A high level description of the algorithm:

Be $f(x_1,...,x_n)$ a polynomial, $n$ the number of variables and $d$ is the maximum degree of a variable in $f$.

  1. Find a vector set with at least $m=n*d$ elements such that any combination of $n$ elements forms a linearly independent subset of vectors.

    As pointed out by @SashoNikolov and @kodlu in another question, just use the geometric progressions in a Vandermonde matrix to create this set: $$ \begin{bmatrix} 1 & \alpha_1 & \alpha_1^2 & \dots & \alpha_1^{n-1}\\ 1 & \alpha_2 & \alpha_2^2 & \dots & \alpha_2^{n-1}\\ 1 & \alpha_3 & \alpha_3^2 & \dots & \alpha_3^{n-1}\\ \vdots & \vdots & \vdots & \ddots &\vdots \\ 1 & \alpha_m & \alpha_m^2 & \dots & \alpha_m^{n-1} \end{bmatrix} $$

    Where $\alpha_i = i$

  2. Now we use the line-vectors of the Vandermonde matrix above to change the original polynomial $f$ into $m$ univariate polynomials $f_i(t)$ which corresponds to the values of the original polynomial $f$ along the line passing through the origin with the line-vector.

    This is where it needs to be white-box, you go in the arithmetic circuit changing all variables according to the transformation: $$f_i(t)=f(\alpha_i^{0}t,\alpha_i^{1}t,...,\alpha_i^{n-1}t)$$

  3. Being a univariate polynomial, it is trivial to normalise this polynomial and check if it is identically $0$ or not.

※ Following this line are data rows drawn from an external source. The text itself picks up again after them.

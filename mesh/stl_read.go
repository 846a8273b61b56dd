package mesh

import (
	"bytes"
	"context"
	"encoding/binary"
	"errors"
	"fmt"
	"io"
	"math"
	"os"
	"strconv"
	"strings"

	"github.com/go-gl/mathgl/mgl64"
	"github.com/hschendel/stl"
)

// LoadOptions tune reading an STL surface.
type LoadOptions struct {
	// Scale multiplies every coordinate (0 means 1), e.g. 0.001 for a file in micrometres.
	Scale float64
	// Progress, if set, is called now and then with the bytes read so far and the total.
	Progress func(doneBytes, totalBytes int64)
}

// LoadReport tells what was read and what looked wrong.
type LoadReport struct {
	Format            string // "binary" or "ascii"
	TrianglesRead     int
	DegenerateRemoved int
	Vertices          int
	// Warnings are plain-language problems, each with a way to fix it: the surface's own
	// (Validate's) followed by Notes.
	Warnings []string
	// Notes are what reading found beyond the surface's shape: triangles removed, units that
	// look wrong, a very large mesh. A caller that validates the mesh itself uses only these.
	Notes []string
}

const (
	stlHeaderSize = 84
	stlRecordSize = 50
	// largeMeshTriangles is where a warning about time and memory starts.
	largeMeshTriangles = 2_000_000
	// A canal surface fits in a box a few tens of millimetres across.
	micrometreDiagonal = 150.0
	metreDiagonal      = 1.0
	// weldRelTol merges corners closer than this fraction of the largest coordinate: about
	// the rounding of float32 coordinates (6e-8 relative), far below any real edge.
	weldRelTol = 1e-7
)

// LoadFile reads a binary or ASCII STL file; see Load.
func LoadFile(ctx context.Context, path string, opt LoadOptions) (*Mesh, LoadReport, error) {
	f, err := os.Open(path)
	if err != nil {
		return nil, LoadReport{}, fmt.Errorf("%s: cannot open: %w", path, err)
	}
	defer f.Close()
	st, err := f.Stat()
	if err != nil {
		return nil, LoadReport{}, fmt.Errorf("%s: %w", path, err)
	}
	if st.IsDir() {
		return nil, LoadReport{}, fmt.Errorf("%s: is a folder, not an STL file", path)
	}
	return Load(ctx, path, f, st.Size(), opt)
}

// Load reads a binary or ASCII STL surface from r (size bytes long; where seeking to the end
// works and reports another length, the seek wins), welds it, drops degenerate triangles and validates
// it. Problems that still leave a usable surface become warnings in the report; anything else
// is an error naming name and the place in the file. Cancelling ctx stops the read.
func Load(ctx context.Context, name string, r io.ReadSeeker, size int64, opt LoadOptions) (*Mesh, LoadReport, error) {
	var rep LoadReport
	if ctx == nil {
		ctx = context.Background()
	}
	scale := opt.Scale
	if scale == 0 {
		scale = 1
	}
	if !(scale > 0) || math.IsInf(scale, 0) {
		return nil, rep, fmt.Errorf("%s: scale must be a positive number, not %v", name, opt.Scale)
	}
	if end, err := r.Seek(0, io.SeekEnd); err == nil {
		size = end
	} else if size <= 0 {
		return nil, rep, fmt.Errorf("%s: cannot find the file's length: %w", name, err)
	}
	if size == 0 {
		return nil, rep, fmt.Errorf("%s: the file is empty", name)
	}
	head := make([]byte, min(size, 2048))
	if _, err := r.Seek(0, io.SeekStart); err != nil {
		return nil, rep, fmt.Errorf("%s: %w", name, err)
	}
	if _, err := io.ReadFull(r, head); err != nil {
		return nil, rep, fmt.Errorf("%s: cannot read the start of the file: %w", name, err)
	}

	col := &cornerCollector{name: name, scale: scale}
	var err error
	if asciiStart, lines, ok := looksASCII(head, size); ok {
		rep.Format = "ascii"
		err = readASCII(ctx, name, r, size, head, asciiStart, lines, col, opt.Progress)
	} else {
		rep.Format = "binary"
		err = readBinary(ctx, name, r, size, head, col, opt.Progress)
	}
	if err != nil {
		return nil, rep, err
	}
	rep.TrianglesRead = len(col.corners) / 3
	if rep.TrianglesRead == 0 {
		return nil, rep, fmt.Errorf("%s: the file holds no triangles", name)
	}
	if err := ctx.Err(); err != nil {
		return nil, rep, fmt.Errorf("%s: loading stopped: %w", name, err)
	}
	m, removed := weldAndClean(col.corners)
	rep.DegenerateRemoved = removed
	if len(m.Triangles) == 0 {
		return nil, rep, fmt.Errorf("%s: all %d triangles have zero area or a repeated corner", name, rep.TrianglesRead)
	}
	rep.Vertices = len(m.Vertices)
	if err := ctx.Err(); err != nil {
		return nil, rep, fmt.Errorf("%s: loading stopped: %w", name, err)
	}
	rep.Notes = loadNotes(m, rep)
	rep.Warnings = append(validate(m, false).Warnings(), rep.Notes...) // degenerate triangles are gone already
	return m, rep, nil
}

// weldAndClean welds the soup, drops degenerate triangles and the vertices only they used.
func weldAndClean(corners []mgl64.Vec3) (*Mesh, int) {
	m := weld(corners, 0, weldRelTol)
	keep := make([]int32, 0, len(m.Triangles))
	for t := range m.Triangles {
		if !isDegenerate(m, t) {
			keep = append(keep, int32(t))
		}
	}
	removed := len(m.Triangles) - len(keep)
	if removed > 0 {
		m = m.Subset(keep)
	}
	return m, removed
}

// loadNotes states what reading found beyond the surface's shape, each with a way to fix it.
func loadNotes(m *Mesh, rep LoadReport) []string {
	var w []string
	if rep.DegenerateRemoved > 0 {
		w = append(w, fmt.Sprintf("%d triangles with zero area or a repeated corner were removed; "+
			"nothing to fix unless the surface now shows holes", rep.DegenerateRemoved))
	}
	lo, hi := m.Bounds()
	switch diag := hi.Sub(lo).Len(); {
	case diag > micrometreDiagonal:
		w = append(w, fmt.Sprintf("the model is %.0f units across, far larger than a tooth in millimetres: "+
			"the coordinates look like micrometres. Load it again with --scale 0.001", diag))
	case diag < metreDiagonal:
		w = append(w, fmt.Sprintf("the model is only %.3g units across, smaller than a canal in millimetres: "+
			"the coordinates may be in centimetres or metres. Load it again with --scale 10 or --scale 1000", diag))
	}
	if rep.TrianglesRead > largeMeshTriangles {
		w = append(w, fmt.Sprintf("the mesh has %d triangles; the analysis will be slow and need much memory. "+
			"Export the surface at a coarser resolution or decimate it if it is too slow", rep.TrianglesRead))
	}
	return w
}

// looksASCII decides the format from the first (up to 2048) bytes: ASCII starts with "solid"
// and is plain text. A binary header may also start with "solid" (many exporters write that),
// but its count and records hold control bytes, so it goes to the binary reader, which then
// insists on a length of exactly 84 + 50n. (The stl package decides by length alone; a text
// header can only match for a count of 538 million or more.) It returns where "solid" starts
// and how many lines come before it.
func looksASCII(head []byte, size int64) (start, lines int, ok bool) {
	i := 0
	if bytes.HasPrefix(head, []byte("\xEF\xBB\xBF")) {
		i = 3
	}
	for i < len(head) && stlSpace(head[i]) {
		if head[i] == '\n' {
			lines++
		}
		i++
	}
	if !bytes.HasPrefix(head[i:], []byte("solid")) || (i+5 < len(head) && !stlSpace(head[i+5])) {
		return 0, 0, false
	}
	// A binary header may start with "solid" too, but its count and records hold control bytes.
	for _, c := range head {
		if c < 0x20 && !stlSpace(c) || c == 0x7F {
			return 0, 0, false
		}
	}
	return i, lines, true
}

func stlSpace(c byte) bool {
	return c == ' ' || c == '\t' || c == '\n' || c == '\r' || c == '\f' || c == '\v'
}

func binarySizeMatches(head []byte, size int64) bool {
	n := int64(binary.LittleEndian.Uint32(head[80:84]))
	return stlHeaderSize+stlRecordSize*n == size
}

// readBinary checks the length against the header's count before reading anything, so a
// hostile count can never make us allocate, then reads the records through the stl package.
func readBinary(ctx context.Context, name string, r io.ReadSeeker, size int64, head []byte, col *cornerCollector, progress func(int64, int64)) error {
	if size < stlHeaderSize {
		return fmt.Errorf("%s: not an STL file: it does not start with \"solid\" (ASCII) and at %d bytes "+
			"it is shorter than the %d-byte header of a binary STL", name, size, stlHeaderSize)
	}
	n := int64(binary.LittleEndian.Uint32(head[80:84]))
	if want := stlHeaderSize + stlRecordSize*n; want != size {
		var what string
		if want > size {
			what = "truncated"
		} else {
			what = "longer than its header says"
		}
		return fmt.Errorf("%s: binary STL header (bytes 80-83) says %d triangles, which need %d bytes, "+
			"but the file has %d bytes (%s, or not an STL file)", name, n, want, size, what)
	}
	col.binary = true
	col.corners = make([]mgl64.Vec3, 0, 3*n)
	s := newSTLStream(ctx, r, 0, size, nil, nil, progress, col)
	if err := stl.CopyAll(s, col); err != nil {
		if e := s.stopErr(); e != nil {
			return e
		}
		return fmt.Errorf("%s: %w", name, err)
	}
	if e := s.stopErr(); e != nil {
		return e
	}
	if len(col.corners) != int(3*n) {
		return fmt.Errorf("%s: read %d of the %d triangles the header announces", name, len(col.corners)/3, n)
	}
	s.finish()
	return nil
}

// readASCII hands the text to the stl package. Its parser wants "solid " (with a space) at the
// very start and decides binary-or-ASCII by length alone, so the stream it sees starts at
// "solid ", skipping any byte-order mark or leading blank lines, and ends with one or two extra
// newlines that keep its length from matching 84 + 50n.
func readASCII(ctx context.Context, name string, r io.ReadSeeker, size int64, head []byte, start, lines int, col *cornerCollector, progress func(int64, int64)) error {
	prefix := []byte("solid ")
	bodyOff := int64(start + 5)
	virtual := append(append([]byte{}, prefix...), head[min(int64(len(head)), bodyOff):]...)
	vsize := int64(len(prefix)) + size - bodyOff
	suffix := []byte("\n")
	if len(virtual) >= stlHeaderSize && binarySizeMatches(virtual, vsize+1) {
		suffix = []byte("\n\n")
	}
	s := newSTLStream(ctx, r, bodyOff, size, prefix, suffix, progress, col)
	err := stl.CopyAll(s, col)
	if e := s.stopErr(); e != nil {
		return e
	}
	if err != nil {
		return asciiError(name, err, lines)
	}
	s.finish()
	return nil
}

// asciiError turns the parser's "line: message" list into one message naming the first place.
func asciiError(name string, err error, lineOffset int) error {
	var first string
	more := 0
	for _, l := range strings.Split(err.Error(), "\n") {
		num, msg, ok := strings.Cut(l, ": ")
		if !ok {
			continue
		}
		n, perr := strconv.Atoi(num)
		if perr != nil {
			continue
		}
		if first == "" {
			if msg != "" && msg[0] >= 'A' && msg[0] <= 'Z' {
				msg = string(msg[0]+'a'-'A') + msg[1:]
			}
			first = fmt.Sprintf("line %d: %s", n+lineOffset, msg)
		} else {
			more++
		}
	}
	if first == "" {
		return fmt.Errorf("%s: ASCII STL: %s", name, strings.TrimSpace(err.Error()))
	}
	if more > 0 {
		return fmt.Errorf("%s: ASCII STL %s (and %d more problems)", name, first, more)
	}
	return fmt.Errorf("%s: ASCII STL %s", name, first)
}

// cornerCollector receives triangles from the stl package and keeps their corners, scaled
// to float64. It ignores the header's triangle count on purpose: the length check decides
// what to allocate.
type cornerCollector struct {
	name    string
	scale   float64
	binary  bool
	corners []mgl64.Vec3
	stop    error // set on the first bad triangle; the stream then ends the read
}

func (c *cornerCollector) SetName(string)         {}
func (c *cornerCollector) SetBinaryHeader([]byte) {}
func (c *cornerCollector) SetASCII(bool)          {}
func (c *cornerCollector) SetTriangleCount(uint32) {
}

func (c *cornerCollector) AppendTriangle(t stl.Triangle) {
	if c.stop != nil {
		return
	}
	for _, v := range t.Vertices {
		for _, x := range v {
			if x != x || x > math.MaxFloat32 || x < -math.MaxFloat32 {
				c.stop = c.badTriangle(len(c.corners)/3 + 1)
				return
			}
		}
	}
	s := c.scale
	for _, v := range t.Vertices {
		c.corners = append(c.corners, mgl64.Vec3{float64(v[0]) * s, float64(v[1]) * s, float64(v[2]) * s})
	}
}

func (c *cornerCollector) badTriangle(num int) error {
	where := fmt.Sprintf("triangle %d", num)
	if c.binary {
		where += fmt.Sprintf(" (byte %d)", stlHeaderSize+stlRecordSize*int64(num-1))
	}
	return fmt.Errorf("%s: %s has a coordinate that is not a finite number (NaN or infinity); "+
		"repair or re-export the file", c.name, where)
}

// errStopped marks a read we ended ourselves; the real cause is in stlStream.stopErr.
var errStopped = errors.New("read stopped")

// stlStream is the io.ReadSeeker the stl package reads: prefix + r[off:size] + suffix. It
// counts bytes for progress and ends the read early when ctx is cancelled or the collector
// found a bad triangle.
type stlStream struct {
	ctx      context.Context
	r        io.ReadSeeker
	off, end int64 // body range in r
	prefix   []byte
	suffix   []byte
	pos      int64 // position in the virtual stream
	rpos     int64 // r's own position, -1 if unknown
	progress func(int64, int64)
	lastProg int64
	col      *cornerCollector
	ctxErr   error
}

func newSTLStream(ctx context.Context, r io.ReadSeeker, off, end int64, prefix, suffix []byte, progress func(int64, int64), col *cornerCollector) *stlStream {
	return &stlStream{ctx: ctx, r: r, off: off, end: end, prefix: prefix, suffix: suffix, rpos: -1, progress: progress, col: col}
}

func (s *stlStream) size() int64 {
	return int64(len(s.prefix)) + (s.end - s.off) + int64(len(s.suffix))
}

func (s *stlStream) stopErr() error {
	if s.ctxErr != nil {
		return fmt.Errorf("%s: loading stopped: %w", s.col.name, s.ctxErr)
	}
	return s.col.stop
}

// finish reports the whole file as read.
func (s *stlStream) finish() {
	if s.progress != nil {
		s.progress(s.end, s.end)
	}
}

func (s *stlStream) Seek(offset int64, whence int) (int64, error) {
	switch whence {
	case io.SeekStart:
	case io.SeekCurrent:
		offset += s.pos
	case io.SeekEnd:
		offset += s.size()
	default:
		return s.pos, errors.New("bad whence")
	}
	if offset < 0 {
		return s.pos, errors.New("negative position")
	}
	s.pos = offset
	return offset, nil
}

// Read fills p across the parts, so the stl package's single header read sees real bytes.
func (s *stlStream) Read(p []byte) (int, error) {
	total := 0
	for total < len(p) {
		n, err := s.readPart(p[total:])
		total += n
		if err == io.EOF && total > 0 {
			return total, nil
		}
		if err != nil {
			return total, err
		}
		if n == 0 {
			break
		}
	}
	return total, nil
}

func (s *stlStream) readPart(p []byte) (int, error) {
	if s.col.stop != nil {
		return 0, errStopped
	}
	if err := s.ctx.Err(); err != nil {
		s.ctxErr = err
		return 0, errStopped
	}
	np := int64(len(s.prefix))
	body := s.end - s.off
	switch {
	case s.pos < np:
		n := copy(p, s.prefix[s.pos:])
		s.pos += int64(n)
		return n, nil
	case s.pos < np+body:
		at := s.off + s.pos - np
		if s.rpos != at {
			if _, err := s.r.Seek(at, io.SeekStart); err != nil {
				s.rpos = -1
				return 0, err
			}
		}
		want := min(int64(len(p)), np+body-s.pos)
		n, err := s.r.Read(p[:want])
		s.pos += int64(n)
		s.rpos = at + int64(n)
		if err == io.EOF {
			if n > 0 {
				err = nil
			} else {
				err = io.ErrUnexpectedEOF // the file shrank under us
			}
		}
		if s.progress != nil && s.rpos-s.lastProg >= 1<<20 {
			s.lastProg = s.rpos
			s.progress(s.rpos, s.end)
		}
		return n, err
	default:
		i := s.pos - np - body
		if i >= int64(len(s.suffix)) {
			return 0, io.EOF
		}
		n := copy(p, s.suffix[i:])
		s.pos += int64(n)
		return n, nil
	}
}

  4. If and only if all the univariate polynomials are identically $0$ then the original polynomial $f$ is identically $0$.


The geometrical reasoning:

Supposing $f$ is not identically $0$, to maximize the amount of non-colinear lines through the origin where $f=0$, $f$ should be a union of hypersurfaces (homogeneous polynomial).

Supposing $f$ is an homogenous polynomial (worst case), each hypersurface is able at best to make $f=0$ along $n-1$ of the Vandermonde line-vectors. So a union of $d$ hypersurfaces (best case as d is the maximum degree of a variable in $f$) is able at best to make $f=0$ along $(n-1)*d<m$ vector-lines.


Would this work? What is wrong?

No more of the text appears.